Inizialmente si valutarono alcune aree libere fuori Milano – dove oggi, ad esempio, sorge l’aeroporto di Malpensa – ma la scelta ricadde sul grande parco della città di Monza.
Da qualche mese la proprietà del Parco era passata dalla Casa Reale dei Savoia allo Stato Italiano: il governo fascista allora in carica aveva quindi stabilito di sfruttare questo immenso territorio dotandolo di servizi sportivi (piscine, campi da tennis) e strutture per l’accoglienza di orfani (le colonie elioterapiche di San Fedele e del Mirabellino).
La costruzione del circuito, ben 10 km di tracciato stradale contro i 14 inizialmente progettati, si inseriva perfettamente in questa nuova visione del Parco ed era consonante anche al clima culturale allora in voga: il Futurismo, con il suo mito del progresso, della velocità e dell’automobile come emblema della modernità trovava così la sua ideale consacrazione.
La pista fu terminata in tempi record con soli tre mesi di lavori per i 5,5 km di pista e i 4,5 km di anello per l’alta velocità; lo scopo del circuito non era però solo legato alla finalità sportiva, infatti la struttura fu spesso utilizzata per testare novità scientifiche legate alla materia stradale.
Lo sapevate, per esempio, che l’asfalto drenante, i guard-rail e il telepass sono stati sperimentati a Monza?
Le gare che si disputarono sul circuito erano famose per le grandi velocità raggiunte: moto e automobili da corsa registravano qui record su record. Tuttavia la spericolata velocità fu la causa di numerosi incidenti, in alcuni casi anche mortali; come non ricordare tra questi il celeberrimo episodio che vide protagonista Alberto Ascari, morto in pista durante un giro di prova nel maggio del 1955, nel punto in cui oggi si trova la variante che ne porta il nome.
Per rendere il tracciato più sicuro furono apportate negli anni numerose modifiche (una di queste firmata dal conte Vincenzo Florio negli anni ’30), eliminando lunghi rettifili a favore di chicane e rinunciando ad utilizzare alla spettacolare curva parabolica; rispetto agli esordi, il percorso di gara oggi risulta notevolmente ridotto a 5,793 km di pista.
Curioso fu l’utilizzo del circuito durante la Seconda Guerra Mondiale: in una sezione dell’Autodromo di Monza furono infatti sfollati gli animali esotici del giardino zoologico di Milano. Disgraziatamente un grande felino riuscì a fuggire da una gabbia e uccise il guardiano che aveva cercato di riacciuffarlo. Nell’aprile del ’45 invece una sfilata di mezzi corazzati alleati distrusse il fondo stradale e furono quindi necessari grandi interventi per ripristinare l’utilizzo della pista.

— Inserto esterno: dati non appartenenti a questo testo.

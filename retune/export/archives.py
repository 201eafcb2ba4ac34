"""One archive for each section, to be sent to its singers."""

from __future__ import annotations

from collections.abc import Iterator, Sequence

from retune.adapters.disk import Archive
from retune.export.howto import NAME as HOW_TO_USE
from retune.export.names import safe_name
from retune.tracks.take import Take

_TRACKS = ("tracks/", "midi/")


def section_archives(takes: Sequence[Take], names: Sequence[str]) -> tuple[Archive, ...]:
    """An archive a section: its tracks, those that all share, and the text on how to use them.

    Sound goes in where there is any, else MIDI. `names` are those of the run's files.
    """
    return tuple(_archives(takes, names))


def _archives(takes: Sequence[Take], names: Sequence[str]) -> Iterator[Archive]:
    kind = next((kind for kind in _TRACKS if any(n.startswith(kind) for n in names)), None)
    if kind is None:
        return
    shared = [name for name in names if name.startswith(kind) and "/" not in name[len(kind) :]]
    stem = safe_name(takes[0].tuned.score.stem)
    for folder in dict.fromkeys(safe_name(take.folder) for take in takes if take.folder):
        own = [name for name in names if name.startswith(f"{kind}{folder}/")]
        inside = f"{folder} - {stem}"
        members = {name: f"{inside}/{name.rpartition('/')[2]}" for name in [*shared, *own]}
        if HOW_TO_USE in names:
            members[HOW_TO_USE] = f"{inside}/{HOW_TO_USE}"
        yield Archive(f"archives/{inside}.zip", members)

Che la presenza del circuito abbia alterato gli equilibri del Parco, è indubbio e fuori discussione: le prospettive naturali create da Luigi Canonica, la vegetazione secolare e la fauna hanno risentito enormemente di questo massiccio intervento su un’area molto ampia.
Monza però oggi è anche l’Autodromo: una struttura e una tradizione che rendono la città famosa nel mondo, della quale difficilmente si riesce ad immaginare di poter rinunciare. La discussione però tra favorevoli e contrari alla presenza della pista nel Parco è sempre aperta, e il dibattito sembra non esaurirsi mai.